Vol. 15 No. 11 (2023): Emerging Trends in Machine Intelligence and Big Data - 1511
Articles

Integrating Big Data and Machine Learning to Improve the Decision-Making Processes of Autonomous Robotic Cleaners

Published 2023-11-04

How to Cite

Mahmoud, N., & Farouk, O. (2023). Integrating Big Data and Machine Learning to Improve the Decision-Making Processes of Autonomous Robotic Cleaners. Emerging Trends in Machine Intelligence and Big Data, 15(11), 1–11. Retrieved from http://orientreview.com/index.php/etmibd-journal/article/view/39

Abstract

The advent of autonomous robotic cleaners has significantly enhanced operational efficiency in various cleaning domains, from household environments to industrial settings.

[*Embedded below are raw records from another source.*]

import { QueryTypes, type Transaction } from 'sequelize'
import { db } from '../db/sequelize'
import { withTransaction } from '../db/transaction'
import { conflict, notFound } from '../errors'
import { fillPlaceholders, type Snippet, type SnippetInput, type SnippetPlaceholder, type SnippetScope, type SnippetUpdate } from '../../shared/schemas/snippet'
import type { User } from '../../shared/schemas/auth'
import { readableCase } from './access'
import { recordAudit } from './team'
import { latestTriage } from './triage'

export type { Snippet }

interface SnippetRow { id: string; title: string; body: string; scope: SnippetScope; created_by: string | null; author_name: string | null; updated_at: Date }
const rowToSnippet = (r: SnippetRow): Snippet => ({
  id: r.id, title: r.title, body: r.body, scope: r.scope,
  author: r.created_by ? { id: r.created_by, name: r.author_name ?? '' } : null,
  updatedAt: new Date(r.updated_at).toISOString(),
})
const select = (sql: string, bind: unknown[], t?: Transaction) => db().query<SnippetRow>(sql, { bind, type: QueryTypes.SELECT, transaction: t })
const snippetSelect = 'SELECT s.id, s.title, s.body, s.scope, s.created_by, u.name AS author_name, s.updated_at FROM reply_snippets s LEFT JOIN users u ON u.id = s.created_by'
/** The one visibility rule: the team's snippets and the user's own personal ones. Someone else's personal snippet does not exist for them. */
const visibleTo = "(s.scope = 'team' OR s.created_by = $1)"

const duplicate = (e: unknown) => (e as { parent?: { code?: string } }).parent?.code === '23505'
const duplicateError = (scope: SnippetScope) =>
  conflict(scope === 'team' ? 'The team already has a snippet with that title' : 'You already have a snippet with that title', 'duplicate')

/** The team's snippets and the user's own, by title. */
export async function listSnippets(user: User): Promise<Snippet[]> {
  return (await select(`${snippetSelect} WHERE ${visibleTo} ORDER BY lower(s.title), s.scope`, [user.id])).map(rowToSnippet)
}

/** A snippet the user may change, locked for the change; 404 for unknown ids and for colleagues' personal snippets alike. */
async function changeable(user: User, id: string, t: Transaction): Promise<SnippetRow> {
  const [row] = await select(`${snippetSelect} WHERE s.id = $2 AND ${visibleTo} FOR UPDATE OF s`, [user.id, id], t)
  if (!row) throw notFound('That snippet')
  return row
}

export async function createSnippet(user: User, input: SnippetInput): Promise<Snippet> {
  const scope = input.scope ?? 'personal'
  try {
    return await withTransaction(async (t) => {
      const [row] = await select(
        `WITH s AS (INSERT INTO reply_snippets (title, body, scope, created_by) VALUES ($1, $2, $3, $4) RETURNING *)
         SELECT s.id, s.title, s.body, s.scope, s.created_by, u.name AS author_name, s.updated_at FROM s LEFT JOIN users u ON u.id = s.created_by`,
        [input.title, input.body, scope, user.id], t,
      )
      if (scope === 'team') await recordAudit({ actorId: user.id, action: 'snippet.team_created', details: { snippetId: row.id, title: row.title } }, t)
      return rowToSnippet(row)
    })
  } catch (e) {
    if (duplicate(e)) throw duplicateError(scope)
    throw e
  }
}

/** Personal snippets: their author only. Team snippets: any advisor, with the earlier words kept in the audit log. */
export async function updateSnippet(user: User, id: string, input: SnippetUpdate): Promise<Snippet> {
  let scope: SnippetScope = 'personal'
  try {
    return await withTransaction(async (t) => {
      const before = await changeable(user, id, t)
      scope = before.scope
      await db().query('UPDATE reply_snippets SET title = $2, body = $3, updated_at = now() WHERE id = $1', { bind: [id, input.title, input.body], transaction: t })
      if (before.scope === 'team') {
        await recordAudit({
          actorId: user.id, action: 'snippet.team_changed',
          details: { snippetId: id, title: input.title, before: { title: before.title, body: before.body }, authorId: before.created_by },
        }, t)
      }
      const [row] = await select(`${snippetSelect} WHERE s.id = $1`, [id], t)
      return rowToSnippet(row)
    })
  } catch (e) {
    if (duplicate(e)) throw duplicateError(scope)
    throw e
  }
}

/** 404 when there is no such snippet for this user; a team snippet's words stay in the audit log. */
export async function deleteSnippet(user: User, id: string): Promise<void> {
  await withTransaction(async (t) => {
    const row = await changeable(user, id, t)
    await db().query('DELETE FROM reply_snippets WHERE id = $1', { bind: [id], transaction: t })
    if (row.scope === 'team') {
      await recordAudit({ actorId: user.id, action: 'snippet.team_deleted', details: { snippetId: id, title: row.title, body: row.body, authorId: row.created_by } }, t)
    }
  })
}

/** Values for the placeholders, from the case, its room and its latest triage. */
export async function placeholderValues(user: User, caseId: string): Promise<Partial<Record<SnippetPlaceholder, string>>> {
  const c = await readableCase(user, caseId)
  const triage = await latestTriage(caseId)
  const [listener] = await db().query<{ name: string }>('SELECT name FROM users WHERE id = $1', { bind: [c.listenerId], type: QueryTypes.SELECT })
  const modes = (triage?.modes ?? []) as { kind: string; hz: number }[]
  const firstAxial = modes.find((m) => m.kind === 'axial')
  const schroeder = (triage?.reverberation as { schroederHz?: number } | undefined)?.schroederHz
  return {
    'listener.name': listener?.name,
    'case.title': c.title,
    'room.name': c.room.name,
    'room.dimensions': `${c.room.length} × ${c.room.width} × ${c.room.height} m`,
    'room.firstAxialHz': firstAxial ? `${firstAxial.hz.toFixed(1)} Hz` : undefined,
    'room.schroederHz': schroeder ? `${Math.round(schroeder)} Hz` : undefined,
    'advisor.name': user.name,
  }
}

export async function snippetsForCase(user: User, caseId: string) {
  const values = await placeholderValues(user, caseId)
  return (await listSnippets(user)).map((s) => ({ ...s, filled: fillPlaceholders(s.body, values) }))
}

However, their decision-making processes often lack the adaptability and intelligence required for dynamic and complex environments. This paper explores the integration of big data analytics and machine learning (ML) techniques to improve the decision-making capabilities of autonomous robotic cleaners. By analyzing vast datasets collected from sensors and external sources, and applying machine learning algorithms, these robots can learn from their environment, predict potential obstacles, and optimize cleaning routes in real-time. The study demonstrates how such integration can lead to more efficient, effective, and intelligent cleaning solutions, significantly reducing human intervention while adapting to changing environmental conditions. Through experimental setups and simulations, we validate the proposed approach, showcasing notable improvements in decision-making accuracy, cleaning efficiency, and adaptability to unforeseen situations.